■ **TASK PROMPT**
Every line below from the one containing "const cases: [string, number, string][]" through the one containing "expect(f.notes.join(' ')).toMatch(/pair\(s\) of" must be transcribed exactly. Omit all lines outside that stretch.

■ **DATA FOR THIS EXERCISE**
———
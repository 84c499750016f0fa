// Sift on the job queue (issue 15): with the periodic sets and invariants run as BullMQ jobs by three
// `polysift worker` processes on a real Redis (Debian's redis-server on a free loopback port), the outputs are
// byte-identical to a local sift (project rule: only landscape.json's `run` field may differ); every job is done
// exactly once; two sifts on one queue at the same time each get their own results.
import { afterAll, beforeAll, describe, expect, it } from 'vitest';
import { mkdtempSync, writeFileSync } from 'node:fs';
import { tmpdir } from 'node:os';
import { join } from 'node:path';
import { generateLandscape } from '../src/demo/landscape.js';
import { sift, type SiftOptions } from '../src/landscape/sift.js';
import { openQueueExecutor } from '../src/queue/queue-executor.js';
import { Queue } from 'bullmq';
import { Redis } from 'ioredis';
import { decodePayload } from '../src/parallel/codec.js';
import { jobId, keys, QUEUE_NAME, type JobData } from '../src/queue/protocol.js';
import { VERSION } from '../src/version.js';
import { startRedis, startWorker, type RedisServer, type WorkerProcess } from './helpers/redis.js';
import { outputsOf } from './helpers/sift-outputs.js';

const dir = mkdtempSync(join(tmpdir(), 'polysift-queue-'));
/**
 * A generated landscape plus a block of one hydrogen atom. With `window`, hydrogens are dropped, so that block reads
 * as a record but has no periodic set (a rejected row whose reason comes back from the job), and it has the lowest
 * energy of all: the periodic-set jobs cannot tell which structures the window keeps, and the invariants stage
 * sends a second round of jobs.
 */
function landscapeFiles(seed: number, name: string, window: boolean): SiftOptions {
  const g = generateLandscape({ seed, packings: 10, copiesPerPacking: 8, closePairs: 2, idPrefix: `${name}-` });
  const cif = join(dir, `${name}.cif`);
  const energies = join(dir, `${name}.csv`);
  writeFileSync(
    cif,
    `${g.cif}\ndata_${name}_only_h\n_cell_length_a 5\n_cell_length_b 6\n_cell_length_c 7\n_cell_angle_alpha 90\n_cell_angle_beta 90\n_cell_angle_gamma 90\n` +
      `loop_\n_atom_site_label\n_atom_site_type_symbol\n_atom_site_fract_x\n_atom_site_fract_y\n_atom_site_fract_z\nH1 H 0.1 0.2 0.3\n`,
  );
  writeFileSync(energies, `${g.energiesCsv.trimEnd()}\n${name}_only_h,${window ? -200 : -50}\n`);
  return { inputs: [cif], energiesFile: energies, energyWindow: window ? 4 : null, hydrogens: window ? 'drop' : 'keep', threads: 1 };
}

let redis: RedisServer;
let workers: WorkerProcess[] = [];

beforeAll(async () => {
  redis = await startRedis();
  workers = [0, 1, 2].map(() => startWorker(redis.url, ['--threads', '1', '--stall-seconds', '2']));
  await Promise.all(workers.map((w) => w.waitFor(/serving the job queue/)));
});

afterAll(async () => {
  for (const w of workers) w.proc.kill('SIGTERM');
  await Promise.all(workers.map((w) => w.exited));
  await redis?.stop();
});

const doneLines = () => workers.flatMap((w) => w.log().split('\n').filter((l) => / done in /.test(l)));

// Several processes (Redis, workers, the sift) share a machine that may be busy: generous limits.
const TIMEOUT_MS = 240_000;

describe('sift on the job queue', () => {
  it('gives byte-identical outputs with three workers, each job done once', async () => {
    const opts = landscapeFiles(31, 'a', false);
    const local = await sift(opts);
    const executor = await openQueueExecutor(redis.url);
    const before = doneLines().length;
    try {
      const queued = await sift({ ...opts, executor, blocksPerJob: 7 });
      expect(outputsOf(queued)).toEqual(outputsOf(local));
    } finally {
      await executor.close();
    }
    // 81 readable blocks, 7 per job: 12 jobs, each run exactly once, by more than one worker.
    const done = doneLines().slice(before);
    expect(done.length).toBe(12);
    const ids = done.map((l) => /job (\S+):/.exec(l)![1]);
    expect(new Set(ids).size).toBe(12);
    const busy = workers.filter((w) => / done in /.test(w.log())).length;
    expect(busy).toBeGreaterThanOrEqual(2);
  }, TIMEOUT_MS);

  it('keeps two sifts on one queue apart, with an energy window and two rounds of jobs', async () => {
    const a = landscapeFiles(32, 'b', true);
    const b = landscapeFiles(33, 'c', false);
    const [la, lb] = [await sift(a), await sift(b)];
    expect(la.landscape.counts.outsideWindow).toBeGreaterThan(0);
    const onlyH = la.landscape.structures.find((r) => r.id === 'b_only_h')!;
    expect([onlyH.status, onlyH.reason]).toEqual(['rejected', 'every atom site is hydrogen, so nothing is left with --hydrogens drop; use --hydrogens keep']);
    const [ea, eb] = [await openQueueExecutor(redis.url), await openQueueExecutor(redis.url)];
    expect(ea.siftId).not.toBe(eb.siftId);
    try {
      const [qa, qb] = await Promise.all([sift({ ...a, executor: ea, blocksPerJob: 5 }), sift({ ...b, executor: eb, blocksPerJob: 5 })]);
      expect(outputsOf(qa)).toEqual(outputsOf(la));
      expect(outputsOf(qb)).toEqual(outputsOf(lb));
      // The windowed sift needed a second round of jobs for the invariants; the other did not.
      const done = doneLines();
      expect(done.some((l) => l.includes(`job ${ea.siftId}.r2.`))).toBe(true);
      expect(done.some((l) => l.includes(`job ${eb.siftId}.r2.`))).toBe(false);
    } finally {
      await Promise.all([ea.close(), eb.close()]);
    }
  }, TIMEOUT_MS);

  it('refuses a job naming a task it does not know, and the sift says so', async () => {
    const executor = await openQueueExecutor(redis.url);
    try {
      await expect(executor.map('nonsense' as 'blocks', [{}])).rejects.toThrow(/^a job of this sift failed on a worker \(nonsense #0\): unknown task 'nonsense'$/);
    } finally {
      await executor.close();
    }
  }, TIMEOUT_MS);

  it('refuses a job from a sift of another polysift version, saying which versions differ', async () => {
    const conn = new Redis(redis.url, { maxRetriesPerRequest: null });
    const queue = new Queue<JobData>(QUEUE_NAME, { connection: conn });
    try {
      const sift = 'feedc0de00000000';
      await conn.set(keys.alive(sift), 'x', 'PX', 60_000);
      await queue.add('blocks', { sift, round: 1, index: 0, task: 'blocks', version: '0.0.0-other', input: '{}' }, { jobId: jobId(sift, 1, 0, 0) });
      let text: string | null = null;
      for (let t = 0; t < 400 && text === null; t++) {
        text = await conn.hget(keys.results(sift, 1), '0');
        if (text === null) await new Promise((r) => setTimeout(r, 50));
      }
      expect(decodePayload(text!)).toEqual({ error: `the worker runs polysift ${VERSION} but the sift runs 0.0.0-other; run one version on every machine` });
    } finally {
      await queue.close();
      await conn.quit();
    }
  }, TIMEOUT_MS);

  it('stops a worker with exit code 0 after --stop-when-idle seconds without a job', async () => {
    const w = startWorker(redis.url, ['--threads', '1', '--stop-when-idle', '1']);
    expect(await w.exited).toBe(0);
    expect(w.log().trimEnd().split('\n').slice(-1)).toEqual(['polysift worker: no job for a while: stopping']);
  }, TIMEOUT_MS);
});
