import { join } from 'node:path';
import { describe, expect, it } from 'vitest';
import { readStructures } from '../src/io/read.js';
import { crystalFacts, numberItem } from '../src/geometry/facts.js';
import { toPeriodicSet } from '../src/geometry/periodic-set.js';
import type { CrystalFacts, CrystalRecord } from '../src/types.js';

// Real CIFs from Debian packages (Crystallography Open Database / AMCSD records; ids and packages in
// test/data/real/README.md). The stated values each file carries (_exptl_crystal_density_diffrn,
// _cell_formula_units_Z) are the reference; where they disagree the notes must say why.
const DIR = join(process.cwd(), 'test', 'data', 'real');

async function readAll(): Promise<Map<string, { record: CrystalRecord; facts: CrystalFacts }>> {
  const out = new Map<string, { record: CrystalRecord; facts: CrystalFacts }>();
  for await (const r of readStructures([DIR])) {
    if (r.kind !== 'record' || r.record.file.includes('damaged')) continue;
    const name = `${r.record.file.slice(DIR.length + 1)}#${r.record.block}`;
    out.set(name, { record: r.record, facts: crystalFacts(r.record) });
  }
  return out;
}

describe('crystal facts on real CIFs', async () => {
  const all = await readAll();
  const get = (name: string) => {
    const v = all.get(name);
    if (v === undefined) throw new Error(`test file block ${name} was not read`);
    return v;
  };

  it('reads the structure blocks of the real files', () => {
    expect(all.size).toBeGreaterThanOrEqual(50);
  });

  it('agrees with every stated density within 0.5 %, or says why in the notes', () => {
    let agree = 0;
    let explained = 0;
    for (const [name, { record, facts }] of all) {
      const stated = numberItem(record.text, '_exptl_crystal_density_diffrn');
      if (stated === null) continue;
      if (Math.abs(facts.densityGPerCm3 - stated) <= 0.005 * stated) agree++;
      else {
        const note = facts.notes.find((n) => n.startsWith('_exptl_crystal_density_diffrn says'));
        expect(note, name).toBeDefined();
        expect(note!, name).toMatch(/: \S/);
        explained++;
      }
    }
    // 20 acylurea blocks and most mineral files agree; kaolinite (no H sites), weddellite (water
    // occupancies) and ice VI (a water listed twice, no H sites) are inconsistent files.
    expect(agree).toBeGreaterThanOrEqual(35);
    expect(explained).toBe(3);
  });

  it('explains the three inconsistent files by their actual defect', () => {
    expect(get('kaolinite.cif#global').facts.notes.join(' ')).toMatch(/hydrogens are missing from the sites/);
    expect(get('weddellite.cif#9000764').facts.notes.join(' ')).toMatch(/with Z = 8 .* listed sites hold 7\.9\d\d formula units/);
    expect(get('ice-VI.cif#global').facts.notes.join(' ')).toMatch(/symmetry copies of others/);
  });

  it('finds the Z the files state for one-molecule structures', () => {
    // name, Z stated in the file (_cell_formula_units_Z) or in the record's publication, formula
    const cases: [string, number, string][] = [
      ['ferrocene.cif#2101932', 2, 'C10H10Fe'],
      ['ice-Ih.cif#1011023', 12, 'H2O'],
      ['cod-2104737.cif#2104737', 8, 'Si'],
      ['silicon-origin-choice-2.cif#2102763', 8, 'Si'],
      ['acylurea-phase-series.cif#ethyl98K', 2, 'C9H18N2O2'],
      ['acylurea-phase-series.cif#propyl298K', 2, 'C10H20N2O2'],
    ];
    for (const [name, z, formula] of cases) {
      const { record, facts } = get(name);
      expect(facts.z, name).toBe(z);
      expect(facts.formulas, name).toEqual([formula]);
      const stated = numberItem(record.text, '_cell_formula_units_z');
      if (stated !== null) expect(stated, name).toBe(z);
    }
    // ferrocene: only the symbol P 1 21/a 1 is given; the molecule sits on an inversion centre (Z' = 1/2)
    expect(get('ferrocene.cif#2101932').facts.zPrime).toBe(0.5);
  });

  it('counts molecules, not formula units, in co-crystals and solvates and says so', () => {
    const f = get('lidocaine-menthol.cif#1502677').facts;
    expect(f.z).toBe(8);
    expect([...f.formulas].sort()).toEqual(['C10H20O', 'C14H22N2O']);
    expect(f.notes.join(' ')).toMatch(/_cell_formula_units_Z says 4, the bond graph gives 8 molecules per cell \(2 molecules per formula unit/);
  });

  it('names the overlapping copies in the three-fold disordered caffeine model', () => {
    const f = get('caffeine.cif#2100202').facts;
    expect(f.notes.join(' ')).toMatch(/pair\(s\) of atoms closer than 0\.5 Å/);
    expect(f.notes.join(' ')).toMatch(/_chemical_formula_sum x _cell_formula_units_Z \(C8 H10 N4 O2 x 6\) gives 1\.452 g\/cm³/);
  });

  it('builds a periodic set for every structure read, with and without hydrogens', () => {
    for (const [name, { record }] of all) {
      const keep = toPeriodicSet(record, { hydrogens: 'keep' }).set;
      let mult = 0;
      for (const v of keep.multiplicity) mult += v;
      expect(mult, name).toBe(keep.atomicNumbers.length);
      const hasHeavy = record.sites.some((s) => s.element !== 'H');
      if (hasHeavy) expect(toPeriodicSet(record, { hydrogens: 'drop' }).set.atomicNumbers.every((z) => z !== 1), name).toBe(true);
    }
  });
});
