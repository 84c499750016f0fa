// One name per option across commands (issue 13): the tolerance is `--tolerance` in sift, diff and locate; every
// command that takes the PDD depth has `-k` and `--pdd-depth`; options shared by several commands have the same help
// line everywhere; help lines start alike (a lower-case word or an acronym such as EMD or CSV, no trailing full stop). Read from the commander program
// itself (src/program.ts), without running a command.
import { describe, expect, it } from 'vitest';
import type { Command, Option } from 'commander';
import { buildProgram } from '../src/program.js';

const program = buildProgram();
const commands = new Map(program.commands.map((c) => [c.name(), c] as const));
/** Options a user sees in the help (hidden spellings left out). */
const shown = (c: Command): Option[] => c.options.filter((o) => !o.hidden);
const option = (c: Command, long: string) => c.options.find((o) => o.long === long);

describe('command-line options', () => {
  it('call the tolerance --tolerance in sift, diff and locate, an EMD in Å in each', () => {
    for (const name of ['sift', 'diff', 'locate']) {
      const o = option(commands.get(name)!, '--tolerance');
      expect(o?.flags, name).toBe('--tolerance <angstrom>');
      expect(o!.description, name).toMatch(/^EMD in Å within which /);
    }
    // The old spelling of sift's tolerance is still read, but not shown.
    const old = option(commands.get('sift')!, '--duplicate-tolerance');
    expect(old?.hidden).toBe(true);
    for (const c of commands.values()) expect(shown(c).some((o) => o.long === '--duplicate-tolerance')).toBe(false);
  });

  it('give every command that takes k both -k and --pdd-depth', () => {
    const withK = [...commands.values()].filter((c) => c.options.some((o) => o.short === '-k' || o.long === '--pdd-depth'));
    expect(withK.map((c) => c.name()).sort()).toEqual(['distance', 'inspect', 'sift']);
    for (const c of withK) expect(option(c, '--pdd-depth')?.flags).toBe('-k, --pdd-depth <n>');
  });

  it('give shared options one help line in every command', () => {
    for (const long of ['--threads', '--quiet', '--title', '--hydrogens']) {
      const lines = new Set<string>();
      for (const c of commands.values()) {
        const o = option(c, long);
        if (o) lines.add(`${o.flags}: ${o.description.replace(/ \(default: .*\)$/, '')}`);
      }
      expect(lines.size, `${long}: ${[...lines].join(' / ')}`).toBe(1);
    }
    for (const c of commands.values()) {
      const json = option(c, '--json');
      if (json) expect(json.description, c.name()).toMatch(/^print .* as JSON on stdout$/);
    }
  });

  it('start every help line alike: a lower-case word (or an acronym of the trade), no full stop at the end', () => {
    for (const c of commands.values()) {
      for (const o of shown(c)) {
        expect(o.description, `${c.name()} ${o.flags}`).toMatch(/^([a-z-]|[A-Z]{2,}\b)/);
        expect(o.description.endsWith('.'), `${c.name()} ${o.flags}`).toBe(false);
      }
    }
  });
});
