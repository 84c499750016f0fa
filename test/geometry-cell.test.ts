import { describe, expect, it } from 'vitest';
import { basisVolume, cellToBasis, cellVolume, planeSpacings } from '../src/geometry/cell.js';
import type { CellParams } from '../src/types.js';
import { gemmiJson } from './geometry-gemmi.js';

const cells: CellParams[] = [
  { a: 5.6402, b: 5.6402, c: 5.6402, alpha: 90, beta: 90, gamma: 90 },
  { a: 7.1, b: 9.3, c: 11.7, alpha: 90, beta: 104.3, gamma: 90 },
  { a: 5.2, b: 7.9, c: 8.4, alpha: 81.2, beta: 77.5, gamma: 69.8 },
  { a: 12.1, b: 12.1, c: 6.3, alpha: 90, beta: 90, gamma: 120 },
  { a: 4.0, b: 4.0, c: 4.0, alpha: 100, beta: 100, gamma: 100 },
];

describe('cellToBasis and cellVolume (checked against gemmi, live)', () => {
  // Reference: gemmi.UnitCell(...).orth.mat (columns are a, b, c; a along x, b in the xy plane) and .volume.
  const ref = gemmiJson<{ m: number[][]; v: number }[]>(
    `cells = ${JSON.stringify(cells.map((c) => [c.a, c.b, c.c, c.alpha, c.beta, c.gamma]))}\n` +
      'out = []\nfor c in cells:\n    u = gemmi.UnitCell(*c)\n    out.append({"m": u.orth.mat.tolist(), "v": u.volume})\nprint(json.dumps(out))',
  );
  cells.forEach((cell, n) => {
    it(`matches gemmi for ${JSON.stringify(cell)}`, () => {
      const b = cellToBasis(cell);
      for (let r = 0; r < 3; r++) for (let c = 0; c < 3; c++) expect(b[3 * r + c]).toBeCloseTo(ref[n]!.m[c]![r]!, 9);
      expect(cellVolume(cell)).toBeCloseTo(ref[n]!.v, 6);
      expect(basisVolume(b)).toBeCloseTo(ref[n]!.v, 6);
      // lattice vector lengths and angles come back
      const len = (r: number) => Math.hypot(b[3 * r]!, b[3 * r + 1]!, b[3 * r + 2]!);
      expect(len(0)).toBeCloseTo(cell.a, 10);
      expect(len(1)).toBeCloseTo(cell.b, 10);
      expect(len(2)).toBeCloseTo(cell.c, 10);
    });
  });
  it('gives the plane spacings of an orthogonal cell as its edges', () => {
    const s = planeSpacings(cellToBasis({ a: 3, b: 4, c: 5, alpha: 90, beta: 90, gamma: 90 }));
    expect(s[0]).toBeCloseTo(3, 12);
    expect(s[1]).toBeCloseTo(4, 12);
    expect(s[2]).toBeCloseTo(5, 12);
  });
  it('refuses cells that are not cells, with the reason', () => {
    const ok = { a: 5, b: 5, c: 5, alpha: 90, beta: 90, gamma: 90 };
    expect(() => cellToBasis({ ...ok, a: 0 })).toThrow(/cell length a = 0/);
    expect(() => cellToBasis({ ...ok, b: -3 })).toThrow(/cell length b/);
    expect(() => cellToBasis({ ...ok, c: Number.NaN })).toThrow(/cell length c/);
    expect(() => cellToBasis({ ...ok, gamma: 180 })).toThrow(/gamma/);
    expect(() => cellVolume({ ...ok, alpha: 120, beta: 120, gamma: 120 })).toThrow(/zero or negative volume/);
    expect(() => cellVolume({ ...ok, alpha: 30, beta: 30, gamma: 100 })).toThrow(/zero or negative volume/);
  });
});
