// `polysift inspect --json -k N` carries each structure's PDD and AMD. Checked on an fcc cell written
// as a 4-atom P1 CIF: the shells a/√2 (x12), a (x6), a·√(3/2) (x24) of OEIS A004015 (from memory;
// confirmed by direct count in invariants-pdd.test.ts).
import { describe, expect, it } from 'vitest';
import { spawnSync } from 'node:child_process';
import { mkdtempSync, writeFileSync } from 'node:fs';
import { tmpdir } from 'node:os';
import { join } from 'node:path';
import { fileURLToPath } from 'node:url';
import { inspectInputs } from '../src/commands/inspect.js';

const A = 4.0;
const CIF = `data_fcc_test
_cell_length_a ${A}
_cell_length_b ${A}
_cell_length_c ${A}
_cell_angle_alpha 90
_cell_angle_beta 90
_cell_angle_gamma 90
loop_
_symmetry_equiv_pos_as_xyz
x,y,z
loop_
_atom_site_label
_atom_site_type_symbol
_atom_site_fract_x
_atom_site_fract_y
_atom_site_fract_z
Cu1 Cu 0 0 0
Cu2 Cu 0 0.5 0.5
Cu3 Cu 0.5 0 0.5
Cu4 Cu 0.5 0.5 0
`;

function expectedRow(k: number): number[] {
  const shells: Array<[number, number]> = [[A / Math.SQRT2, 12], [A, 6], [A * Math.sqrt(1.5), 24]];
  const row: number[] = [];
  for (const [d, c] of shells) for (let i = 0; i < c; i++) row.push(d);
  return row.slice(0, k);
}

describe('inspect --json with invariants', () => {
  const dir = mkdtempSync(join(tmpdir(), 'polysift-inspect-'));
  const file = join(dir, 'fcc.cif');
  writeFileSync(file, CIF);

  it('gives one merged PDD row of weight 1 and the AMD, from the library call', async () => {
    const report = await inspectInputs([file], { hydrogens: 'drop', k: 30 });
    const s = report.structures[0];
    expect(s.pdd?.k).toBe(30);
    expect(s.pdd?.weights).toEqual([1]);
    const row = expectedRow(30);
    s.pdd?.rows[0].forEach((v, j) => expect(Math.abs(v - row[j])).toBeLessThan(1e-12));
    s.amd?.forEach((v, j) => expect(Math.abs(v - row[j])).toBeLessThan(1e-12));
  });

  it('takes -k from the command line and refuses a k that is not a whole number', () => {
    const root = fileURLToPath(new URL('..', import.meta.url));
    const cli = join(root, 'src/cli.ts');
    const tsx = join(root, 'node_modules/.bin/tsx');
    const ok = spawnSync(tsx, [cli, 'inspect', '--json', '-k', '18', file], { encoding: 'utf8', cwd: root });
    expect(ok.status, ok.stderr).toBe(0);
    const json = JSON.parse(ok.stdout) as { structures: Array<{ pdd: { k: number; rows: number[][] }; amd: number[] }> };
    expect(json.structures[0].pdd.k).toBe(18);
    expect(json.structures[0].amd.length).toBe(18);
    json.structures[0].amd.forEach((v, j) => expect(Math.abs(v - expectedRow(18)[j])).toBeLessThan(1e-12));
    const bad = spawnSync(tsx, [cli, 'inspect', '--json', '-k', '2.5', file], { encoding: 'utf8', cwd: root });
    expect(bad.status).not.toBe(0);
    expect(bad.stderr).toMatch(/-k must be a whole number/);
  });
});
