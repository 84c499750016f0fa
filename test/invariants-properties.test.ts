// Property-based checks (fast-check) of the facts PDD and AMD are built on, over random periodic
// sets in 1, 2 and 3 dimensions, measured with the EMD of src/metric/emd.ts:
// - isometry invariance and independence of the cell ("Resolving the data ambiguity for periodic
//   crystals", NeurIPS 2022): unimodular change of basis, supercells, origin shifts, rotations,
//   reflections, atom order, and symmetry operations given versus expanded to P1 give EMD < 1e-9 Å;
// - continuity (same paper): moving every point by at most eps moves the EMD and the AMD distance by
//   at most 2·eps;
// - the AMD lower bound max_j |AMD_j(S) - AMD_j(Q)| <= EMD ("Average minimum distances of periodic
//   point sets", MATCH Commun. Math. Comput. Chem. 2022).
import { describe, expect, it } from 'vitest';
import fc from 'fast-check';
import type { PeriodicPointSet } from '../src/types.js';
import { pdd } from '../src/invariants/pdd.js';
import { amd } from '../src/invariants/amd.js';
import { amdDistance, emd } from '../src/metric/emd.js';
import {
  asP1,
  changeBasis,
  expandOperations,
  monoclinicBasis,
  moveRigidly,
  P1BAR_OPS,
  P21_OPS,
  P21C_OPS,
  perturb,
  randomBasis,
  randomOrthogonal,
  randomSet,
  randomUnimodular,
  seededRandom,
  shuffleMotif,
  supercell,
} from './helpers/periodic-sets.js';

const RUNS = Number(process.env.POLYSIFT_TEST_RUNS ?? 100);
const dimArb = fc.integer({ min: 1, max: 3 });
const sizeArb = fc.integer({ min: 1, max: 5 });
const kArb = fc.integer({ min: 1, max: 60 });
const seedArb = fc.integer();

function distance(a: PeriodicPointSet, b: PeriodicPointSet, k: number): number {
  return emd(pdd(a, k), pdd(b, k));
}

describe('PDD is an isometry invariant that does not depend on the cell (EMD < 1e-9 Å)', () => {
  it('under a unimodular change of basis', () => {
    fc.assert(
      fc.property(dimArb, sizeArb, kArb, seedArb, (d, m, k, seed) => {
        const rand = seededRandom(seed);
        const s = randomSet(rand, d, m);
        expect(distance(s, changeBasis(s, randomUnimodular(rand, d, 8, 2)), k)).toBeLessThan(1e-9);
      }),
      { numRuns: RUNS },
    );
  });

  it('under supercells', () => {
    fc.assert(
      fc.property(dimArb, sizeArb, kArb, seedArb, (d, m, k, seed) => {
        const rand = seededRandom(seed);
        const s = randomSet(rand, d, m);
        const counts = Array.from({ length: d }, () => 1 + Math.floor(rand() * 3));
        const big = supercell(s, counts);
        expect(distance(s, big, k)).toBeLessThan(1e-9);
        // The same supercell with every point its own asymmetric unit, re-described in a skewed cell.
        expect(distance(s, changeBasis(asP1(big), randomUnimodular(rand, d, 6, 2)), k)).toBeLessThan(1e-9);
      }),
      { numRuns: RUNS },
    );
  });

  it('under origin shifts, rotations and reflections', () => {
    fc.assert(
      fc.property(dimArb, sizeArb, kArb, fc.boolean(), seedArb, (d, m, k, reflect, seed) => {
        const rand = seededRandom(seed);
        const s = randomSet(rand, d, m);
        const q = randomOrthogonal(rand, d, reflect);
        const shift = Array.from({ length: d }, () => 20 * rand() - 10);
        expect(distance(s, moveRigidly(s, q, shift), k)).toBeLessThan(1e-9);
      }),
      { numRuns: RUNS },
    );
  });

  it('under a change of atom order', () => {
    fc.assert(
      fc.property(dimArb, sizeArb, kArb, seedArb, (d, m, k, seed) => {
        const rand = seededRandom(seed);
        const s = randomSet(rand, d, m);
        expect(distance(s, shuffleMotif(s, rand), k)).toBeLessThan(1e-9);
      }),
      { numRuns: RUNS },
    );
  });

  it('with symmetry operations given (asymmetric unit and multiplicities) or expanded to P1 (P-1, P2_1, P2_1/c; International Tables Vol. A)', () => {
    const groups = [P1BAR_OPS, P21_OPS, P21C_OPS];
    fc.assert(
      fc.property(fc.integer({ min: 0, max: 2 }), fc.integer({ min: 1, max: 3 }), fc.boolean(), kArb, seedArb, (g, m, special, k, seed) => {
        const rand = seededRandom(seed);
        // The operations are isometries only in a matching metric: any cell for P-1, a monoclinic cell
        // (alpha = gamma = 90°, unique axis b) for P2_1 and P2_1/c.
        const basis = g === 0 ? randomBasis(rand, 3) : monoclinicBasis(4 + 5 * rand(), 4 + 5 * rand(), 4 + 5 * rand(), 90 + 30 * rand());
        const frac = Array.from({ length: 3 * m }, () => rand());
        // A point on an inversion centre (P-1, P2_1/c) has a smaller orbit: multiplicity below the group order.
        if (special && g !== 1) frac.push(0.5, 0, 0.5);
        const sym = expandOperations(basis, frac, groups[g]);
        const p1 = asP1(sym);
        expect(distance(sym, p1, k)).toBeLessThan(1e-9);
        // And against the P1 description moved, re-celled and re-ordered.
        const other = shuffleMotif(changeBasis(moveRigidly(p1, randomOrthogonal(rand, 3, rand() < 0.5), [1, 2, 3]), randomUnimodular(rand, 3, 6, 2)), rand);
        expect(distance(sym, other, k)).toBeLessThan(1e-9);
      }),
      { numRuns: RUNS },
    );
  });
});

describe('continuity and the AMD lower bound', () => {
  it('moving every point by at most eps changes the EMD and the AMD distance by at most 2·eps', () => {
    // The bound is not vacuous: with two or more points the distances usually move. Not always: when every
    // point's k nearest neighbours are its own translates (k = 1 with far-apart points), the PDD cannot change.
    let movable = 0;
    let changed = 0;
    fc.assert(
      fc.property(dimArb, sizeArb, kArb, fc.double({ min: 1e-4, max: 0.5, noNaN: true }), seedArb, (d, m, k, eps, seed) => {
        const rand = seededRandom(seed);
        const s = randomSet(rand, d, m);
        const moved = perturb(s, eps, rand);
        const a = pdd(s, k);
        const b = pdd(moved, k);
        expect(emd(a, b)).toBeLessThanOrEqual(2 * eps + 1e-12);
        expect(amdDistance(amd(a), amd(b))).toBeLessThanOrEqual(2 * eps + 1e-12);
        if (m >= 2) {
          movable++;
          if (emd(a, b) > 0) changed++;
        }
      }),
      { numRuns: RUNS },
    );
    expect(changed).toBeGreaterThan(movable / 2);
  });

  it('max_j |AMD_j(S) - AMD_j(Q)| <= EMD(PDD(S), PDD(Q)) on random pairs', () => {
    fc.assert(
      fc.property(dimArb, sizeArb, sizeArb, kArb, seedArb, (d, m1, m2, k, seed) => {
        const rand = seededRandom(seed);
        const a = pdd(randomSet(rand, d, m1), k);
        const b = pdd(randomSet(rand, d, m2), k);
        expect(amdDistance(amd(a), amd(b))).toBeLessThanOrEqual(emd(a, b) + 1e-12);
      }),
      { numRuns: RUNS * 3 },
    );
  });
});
———
■ **EXPECTED ANSWER**
    const cases: [string, number, string][] = [
      ['ferrocene.cif#2101932', 2, 'C10H10Fe'],
      ['ice-Ih.cif#1011023', 12, 'H2O'],
      ['cod-2104737.cif#2104737', 8, 'Si'],
      ['silicon-origin-choice-2.cif#2102763', 8, 'Si'],
      ['acylurea-phase-series.cif#ethyl98K', 2, 'C9H18N2O2'],
      ['acylurea-phase-series.cif#propyl298K', 2, 'C10H20N2O2'],
    ];
    for (const [name, z, formula] of cases) {
      const { record, facts } = get(name);
      expect(facts.z, name).toBe(z);
      expect(facts.formulas, name).toEqual([formula]);
      const stated = numberItem(record.text, '_cell_formula_units_z');
      if (stated !== null) expect(stated, name).toBe(z);
    }
    // ferrocene: only the symbol P 1 21/a 1 is given; the molecule sits on an inversion centre (Z' = 1/2)
    expect(get('ferrocene.cif#2101932').facts.zPrime).toBe(0.5);
  });

  it('counts molecules, not formula units, in co-crystals and solvates and says so', () => {
    const f = get('lidocaine-menthol.cif#1502677').facts;
    expect(f.z).toBe(8);
    expect([...f.formulas].sort()).toEqual(['C10H20O', 'C14H22N2O']);
    expect(f.notes.join(' ')).toMatch(/_cell_formula_units_Z says 4, the bond graph gives 8 molecules per cell \(2 molecules per formula unit/);
  });

  it('names the overlapping copies in the three-fold disordered caffeine model', () => {
    const f = get('caffeine.cif#2100202').facts;
    expect(f.notes.join(' ')).toMatch(/pair\(s\) of atoms closer than 0\.5 Å/);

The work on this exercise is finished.